4. Sono solo tre esempi, molto diversi tra loro come si era promesso. E va da sé che si potrebbe continuare a lungo. Ma non è il caso. Il punto è sempre quello proposto da Marramao: afferrare il cuore del presente. E a me pare che il “dibattito” apertosi a “sinistra” si tenga rigorosamente a distanza da questo punto cruciale. Anzi: mi pare che riproduca un abito di pensiero, uno “sguardo” sui conflitti contemporanei, un immaginario che militano rigorosamente contro la possibilità di afferrare il cuore del presente; che popolano quest’ultimo di fantasmi da cui chi li prende sul serio, come si è detto, è costretto a rivolgere il proprio sguardo a un passato più o meno mitizzato, finendo per risultarne ipnotizzato e paralizzato. Poi magari una ragazza ventenne che ha sentito parlare dei fantastici anni del primo centrosinistra va al cinema, vede sfilare nello splendido film di Alina Marazzi, Vogliamo anche le rose, le icone patriarcali di quegli anni, e si sveglia. Facevano proprio così schifo quegli anni? Sì, facevano schifo. E ci sono volute la rabbia, l’indignazione e la violenza (ripeto: la violenza) di operai e studenti, di donne che non ne potevano più, perché si cominciasse a respirare un’aria diversa. Il Sessantotto di cui tanto si parla oggi è stato questo, un diverso sguardo sul presente nato dalle lotte e dalle tensioni di quel presente, divenuto di massa e capace di produrre nuova libertà e nuova uguaglianza: si consenta di dirlo a uno che in quell’anno aveva appena cominciato le elementari, e che ha sempre avuto una coscienza precisa del debito enorme contratto con quegli operai, con quegli studenti, con quelle donne.

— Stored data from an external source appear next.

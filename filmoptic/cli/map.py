"""``filmoptic map``: thickness and uniformity of a film from a photo."""

from __future__ import annotations

import click

from filmoptic.cli._common import (
    ambient_option,
    angle_option,
    check_output_path,
    check_plot_path,
    emit_json,
    extrapolate_option,
    json_option,
    print_table,
    progress,
    save_plot,
    user_errors,
    write_atomically,
)
from filmoptic.cli.color import illuminant_option, observer_option

__all__ = ["map_command"]

# Photos above this many pixels show a progress bar (on a terminal).
_PROGRESS_FROM_PIXELS = 4_000_000
# Grids up to this many columns are printed cell by cell; wider ones go to --csv / --json.
_PRINTED_COLUMNS = 20


def _cell_option(text, scale):
    """--cell 2mm (needs --scale) or --cell 150px → (cell_mm, cell_px)."""
    import re

    from filmoptic.errors import FilmopticError
    from filmoptic.units import parse_length_nm, parse_number

    if text is None:
        return None, None
    match = re.fullmatch(r"\s*(.+?)\s*px\s*", text)
    if match:
        return None, parse_number(match.group(1), "--cell")
    if scale is None:
        raise FilmopticError(f"--cell {text}: a size in mm needs --scale PX_PER_MM (or give the size in px, e.g. 150px)")
    try:
        size_nm = parse_length_nm(text, "--cell", allow_zero=False)
    except FilmopticError:
        raise FilmopticError(f"--cell: write a cell size like 2mm or 150px, got {text!r}") from None
    return size_nm / 1e6, None


def _range(text):
    from filmoptic.units import parse_range_nm

    return None if text is None else parse_range_nm(text, what="--range")[:2]


def _fmt(value, digits=2):
    return "–" if value is None else f"{value:.{digits}f}"


def _print_report(result, photo):
    import numpy as np

    grid = result.grid
    mode = "transmission" if result.mode == "transmission" else "colour in reflection"
    reference = {
        "bare": "bare substrate in the photo", "open": "flat-field photo",
        "white": "white reference in the photo", "none": "none (full scale taken as white)",
    }[result.reference]
    click.echo(f"Thickness map of {result.stack!r} from {photo.label} ({photo.width}×{photo.height} px, "
               f"{photo.bits}-bit {photo.encoding}) — {mode}, illuminant {result.illuminant}")
    click.echo(f"Reference: {reference}"
               + ("" if result.gain is None else f"; calibration gain {result.gain:.4f} from the known region")
               + ("" if result.gains is None else "; channel gains R, G, B " + ", ".join(f"{g:.3f}" for g in result.gains)))
    flags = result.flag
    counts = {k: int(np.count_nonzero(flags == k)) for k in sorted(set(flags.ravel().tolist())) if k != "ok"}
    flagged = ", ".join(f"{k} {v}" for k, v in counts.items()) or "none"
    click.echo(f"Cells: {grid.nx} × {grid.ny} of {grid.cell_w} × {grid.cell_h} px over x {grid.x0}–{grid.x1}, "
               f"y {grid.y0}–{grid.y1} px; thicknesses searched {result.range_nm[0]:g}–{result.range_nm[1]:g} nm")
    click.echo(f"Flags: {flagged}")
    click.echo("")
    s = result.stats
    print_table(["mean nm", "std nm", "min nm", "max nm", "uniformity ±%", "solved", "flagged"],
                [[_fmt(s.mean_nm), _fmt(s.std_nm), _fmt(s.min_nm), _fmt(s.max_nm), _fmt(s.uniformity_pct),
                  s.cells_solved, s.cells_flagged]])
    click.echo("uniformity = ±(max − min)/(max + min) over the solved cells")
    p = result.profile
    u = result.unit
    click.echo("")
    if p.plane is not None:
        click.echo(f"Tilted plane: {p.plane.centre_nm:.2f} nm at x {p.plane.x_centre:.1f}, y {p.plane.y_centre:.1f} {u}; "
                   f"thickens {p.plane.gradient_nm:.4g} nm per {u} towards {p.plane.direction_deg:.0f}° "
                   f"(0° = right, 90° = down); rms {p.plane.rms_nm:.3f} nm")
    if p.radial is not None:
        click.echo(f"Radial fall-off t0/(1 + r²/h²)²: peak {p.radial.peak_nm:.2f} nm at x {p.radial.x_centre:.1f}, "
                   f"y {p.radial.y_centre:.1f} {u}; h {p.radial.distance:.4g} {u}; rms {p.radial.rms_nm:.3f} nm"
                   + ("" if p.radial.converged else " (fit did not converge)"))
    if p.better:
        click.echo(f"Better description: {'tilted plane' if p.better == 'plane' else 'radial fall-off'}")
    if grid.nx <= _PRINTED_COLUMNS:
        click.echo("")
        click.echo(f"Thickness (nm) by cell, top row first ('·' not solved, '-' outside); x in {u}:")
        header = ["y \\ x"] + [f"{v:.4g}" for v in result.x]
        rows = []
        for i, yv in enumerate(result.y):
            row = [f"{yv:.4g}"]
            for j in range(grid.nx):
                t = result.thickness_nm[i, j]
                row.append(f"{t:.2f}" if np.isfinite(t) else ("-" if flags[i, j] == "outside" else "·"))
            rows.append(row)
        print_table(header, rows)
    else:
        click.echo("")
        click.echo(f"The {grid.nx} × {grid.ny} grid is too wide to print: write it with --csv FILE or --json.")
    for note in result.notes:
        click.echo(f"Note: {note}")


@click.command("map")
@click.argument("stack")
@click.option("--photo", "photo_path", required=True, metavar="FILE",
              help="The photo: JPEG, PNG or TIFF (8 or 16 bits per channel), or camera RAW "
                   "(.dng, .cr2, .nef, … with the optional rawpy package: pip install 'filmoptic[raw]').")
@click.option("--mode", type=click.Choice(["transmission", "colour", "color"], case_sensitive=False),
              default="transmission", show_default=True,
              help="transmission: a coated glass on a light box; colour: an oxide colour seen in reflection.")
@click.option("--bare", metavar="X0,Y0,X1,Y1",
              help="A rectangle of the bare substrate in the photo, in pixels or as fractions 0–1 of the "
                   "width and height. Transmission: the reference (the map is then relative to bare glass). "
                   "Colour: its computed colour calibrates exposure and white balance.")
@click.option("--open", "open_path", metavar="FILE",
              help="A photo of the empty light box (transmission) or of a white card in place of the part "
                   "(colour), same camera, position and settings: divided out pixel by pixel (flat field), "
                   "which also removes vignetting.")
@click.option("--dark", "dark_path", metavar="FILE",
              help="A dark frame (lens covered, same settings), subtracted from the photo and --open.")
@click.option("--white", metavar="X0,Y0,X1,Y1",
              help="Colour mode: a white reference (a white card) in the photo, taken as reflectance 1.")
@click.option("--region", metavar="X0,Y0,X1,Y1",
              help="The rectangle to map (default: the whole photo, or what --mask covers).")
@click.option("--mask", "mask_path", metavar="FILE",
              help="An image of the photo's size, white where to map (cells mostly outside are left out).")
@click.option("--cells", metavar="NXxNY",
              help="Number of cells across and down, e.g. 40x30 (default: 40 along the longer side, square).")
@click.option("--cell", "cell_text", metavar="SIZE",
              help="Square cells of this size instead: 2mm (needs --scale) or 150px.")
@click.option("--scale", type=float, metavar="PX_PER_MM",
              help="Pixels per millimetre on the part (e.g. from a ruler in the photo): positions in mm.")
@click.option("--known", metavar="X0,Y0,X1,Y1=THICKNESS",
              help="A region of known thickness, e.g. 10,10,60,40=9.5nm. Transmission: calibrates a gain "
                   "for a camera that is not the assumed one. Colour: anchors the interference order.")
@illuminant_option
@observer_option
@click.option("--encoding", type=click.Choice(["auto", "srgb", "linear"], case_sensitive=False),
              default="auto", show_default=True,
              help="How pixel values relate to light: auto = sRGB for 8-bit files, linear for 16-bit files "
                   "and RAW. A 16-bit file exported by a photo editor is usually sRGB: say --encoding srgb.")
@click.option("--range", "range_text", metavar="START:STOP",
              help="Thicknesses searched, nm (default: the layer's LOW..HIGH, else 0:100 for a metal, 0:500 otherwise).")
@angle_option
@ambient_option
@extrapolate_option
@click.option("--max-megapixels", type=float, default=None, metavar="N",
              help="Largest photo read, in megapixels (default 100).")
@click.option("--plot", "plot_path", metavar="FILE",
              help="Write the photo beside the thickness map (.png, .svg or .pdf).")
@click.option("--csv", "csv_path", metavar="FILE",
              help="Write the grid: x_mm (or x_px), y_mm (or y_px), thickness_nm, low_nm, high_nm, flag "
                   "(and delta_E00 in colour mode), one row per cell.")
@json_option
def map_command(stack, photo_path, mode, bare, open_path, dark_path, white, region, mask_path, cells, cell_text,
                scale, known, illuminant, observer, encoding, range_text, angle, ambient, extrapolate,
                max_megapixels, plot_path, csv_path, as_json):
    """Thickness and uniformity of a film from a photo of the part.

    STACK is the coating with its unknown thickness written '?', as for solve.

    \b
    Transmission: a coated glass on a light box
        filmoptic map "Ti ? / glass 4mm" --photo part.jpg --open box.jpg --bare 40,60,200,900
        filmoptic map "Ti ? / glass 4mm" --photo part.tif --open box.tif --scale 12.5 --cell 2mm \\
            --plot map.png --csv map.csv

    Photograph the part on the light box with the camera on a stand, fixed exposure, white
    balance and focus, no part of the light box clipped to white; then, without moving anything,
    the empty light box (--open) and, if the camera is noisy in the dark, a frame with the lens
    covered (--dark). Pixel values are made linear again (8-bit files are decoded as sRGB; a
    camera's own tone curve is only approximately sRGB; 16-bit TIFF/PNG and RAW are taken as
    linear), turned into relative luminance with the sRGB primaries and divided by the reference
    pixel by pixel: the flat field (--open) removes vignetting and an uneven box, and a bare-glass
    rectangle (--bare) makes the map relative to bare glass. Each cell then holds the luminous
    transmittance a lux meter would read there under the light box's spectrum (--illuminant,
    D65 by default, or the box's measured spectrum as a file), and all cells are solved at once.
    Each thickness comes with an interval from the pixel noise of the cell and the reference.
    A region of known thickness (--known) corrects the camera's response by a gain, reported.

    \b
    Colour: an oxide colour in reflection
        filmoptic map "TiO2 ? / Ti" --photo tags.jpg --mode colour --bare 10,10,80,60

    Each cell's colour (CIELAB) is matched in ΔE00 to the film's computed colours; interference
    colours repeat, so the order is chosen for continuity across the part, starting from the
    most saturated region or from a --known region. The cell's ΔE00 is its confidence. A camera
    is not a colorimeter: the map is approximate, and relative unless a known region anchors it.
    Light the part evenly with a diffuse white source and include bare metal (--bare) or a white
    card (--white) for exposure and white balance.

    Cells with saturated or too dark pixels and cells no thickness in the range explains are
    flagged and not solved. Two flags keep their thickness and count in the statistics:
    "several" (more than one thickness in the range fits; the thinnest is given) and, in colour
    mode, "poor_match" (ΔE00 above 10). The uniformity is ±(max − min) / (max + min) in percent
    over the solved cells; a tilted plane and a radial fall-off t0/(1 + r²/h²)² of a small
    source (h: its equivalent distance) are fitted to the map.

    Coordinates are pixels of the upright photo (EXIF orientation applied) from its top-left
    corner, x to the right and y down, or mm with --scale.

    With --json: cells (x_mm or x_px, y_mm or y_px, row, col, thickness_nm, low_nm, high_nm,
    flag, and ratio, ratio_sigma or Lab, delta_E00), stats (mean_nm, std_nm, min_nm, max_nm,
    uniformity_pct, cells_solved, cells_flagged), profile (plane, radial, better, unit), and
    mode, reference, gain or gains, seed, illuminant, range_nm, notes.
    """
    from filmoptic.imaging.maps import csv_header, csv_rows, map_json, map_thickness
    from filmoptic.imaging.photo import MAX_PIXELS, read_photo

    with user_errors():
        if plot_path:
            check_plot_path(plot_path)
        if csv_path:
            check_output_path(csv_path, "CSV file")
        if max_megapixels is not None and not 0 < max_megapixels < float("inf"):
            from filmoptic.errors import FilmopticError

            raise FilmopticError(f"--max-megapixels must be a positive number, got {max_megapixels:g}")
        # Past a million megapixels the limit means "none" (and an integer of it must still exist).
        max_pixels = MAX_PIXELS if max_megapixels is None else int(min(max_megapixels, 1e6) * 1e6)
        cell_mm, cell_px = _cell_option(cell_text, scale)
        range_nm = _range(range_text)
        photo = read_photo(photo_path, encoding=encoding, max_pixels=max_pixels, what="photo")
        flat = None if open_path is None else read_photo(open_path, encoding=encoding, max_pixels=max_pixels,
                                                          what="--open photo")
        dark = None if dark_path is None else read_photo(dark_path, encoding=encoding, max_pixels=max_pixels,
                                                          what="dark frame")
        options = dict(mode=mode, bare=bare, flat=flat, dark=dark, white=white, region=region, mask=mask_path,
                       cells=cells, cell_mm=cell_mm, cell_px=cell_px, scale_px_per_mm=scale,
                       illuminant=illuminant, observer=int(observer), known=known, encoding=encoding,
                       range_nm=range_nm, angle_deg=angle, ambient=ambient, extrapolate=extrapolate,
                       max_pixels=max_pixels)
        if photo.width * photo.height > _PROGRESS_FROM_PIXELS:
            with progress(photo.height, "mapping") as advance:
                result = map_thickness(stack, photo, progress=advance, **options)
        else:
            result = map_thickness(stack, photo, **options)

    # Files first, so that a failure leaves no half report on stdout.
    with user_errors():
        if csv_path:
            import csv

            def write(fh):
                writer = csv.writer(fh, lineterminator="\n")
                writer.writerow(csv_header(result))
                writer.writerows(csv_rows(result))

            write_atomically(csv_path, write)
        if plot_path:
            from filmoptic.imaging.photo import parse_known, parse_rectangle
            from filmoptic.plots.map import plot_thickness_map

            bare_rect = None if bare is None else parse_rectangle(bare, photo.width, photo.height, "--bare")
            if white is not None:
                bare_rect = parse_rectangle(white, photo.width, photo.height, "--white")
            known_rect = None if known is None else parse_known(known, photo.width, photo.height)[0]
            save_plot(plot_thickness_map(result, photo, bare=bare_rect, known=known_rect), plot_path)

    if as_json:
        emit_json(map_json(result))
        return
    _print_report(result, photo)
    if csv_path:
        click.echo(f"Grid written to {csv_path}")
    if plot_path:
        click.echo(f"Map written to {plot_path}")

Non abbiamo bisogno di miti, neppure di quello del Sessantotto così riletto. Ma abbiamo bisogno di nuove parole, di nuovi sguardi, di nuovi immaginari. Abbiamo bisogno di leggere la domanda di massa (che c’è) di una politica (con la p minuscola) nuova, abbiamo bisogno di individuare obiettivi per cui mobilitarsi davvero, che parlino ai comportamenti, ai desideri di liberazione, alle lotte che sono il cuore del nostro presente. E che cosa ci dice l’ineffabile Fausto Bertinotti dalle pagine del “Manifesto” (forum del 9 marzo)? Tra le altre cose, che dopo le elezioni la sinistra “avrà una scelta quasi obbligata”: quella di lottare per “la centralità dei partiti in una repubblica parlamentare e proporzionale”. Mi scusi, Presidente, ho capito bene? La “centralità dei partiti”? È questo il suo modo, doloroso e tormentato come è nel suo stile, di “uscire dal Novecento”? Wow… Sul Novecento si sono dette un sacco di sciocchezze negli ultimi anni: ma la “centralità dei partiti”, così come l’abbiamo conosciuta nell’ultimo secolo, quella sì è finita per sempre. Lo pensano Obama e Veltroni, ma se ne sono ben resi conto Chávez e Morales, caro Bertinotti.
Votate pure per chi vi pare, il 13 e il 14 aprile. Ma i problemi sono altri. E come sempre abbiamo fretta, il tempo è una risorsa scarsa per chi vuole cambiare il mondo (permettete anche a me di dire un’enormità, tanto in giro si sprecano…). Ecco, il “dibattito” che si è aperto da un paio di settimane a “sinistra” in questo Paese mi pare una colossale perdita di tempo. When the earth moves again, cantavano i Jefferson Airplane un sacco di anni fa: quella, la terra, non ha mai smesso di muoversi. Basta saper guardare.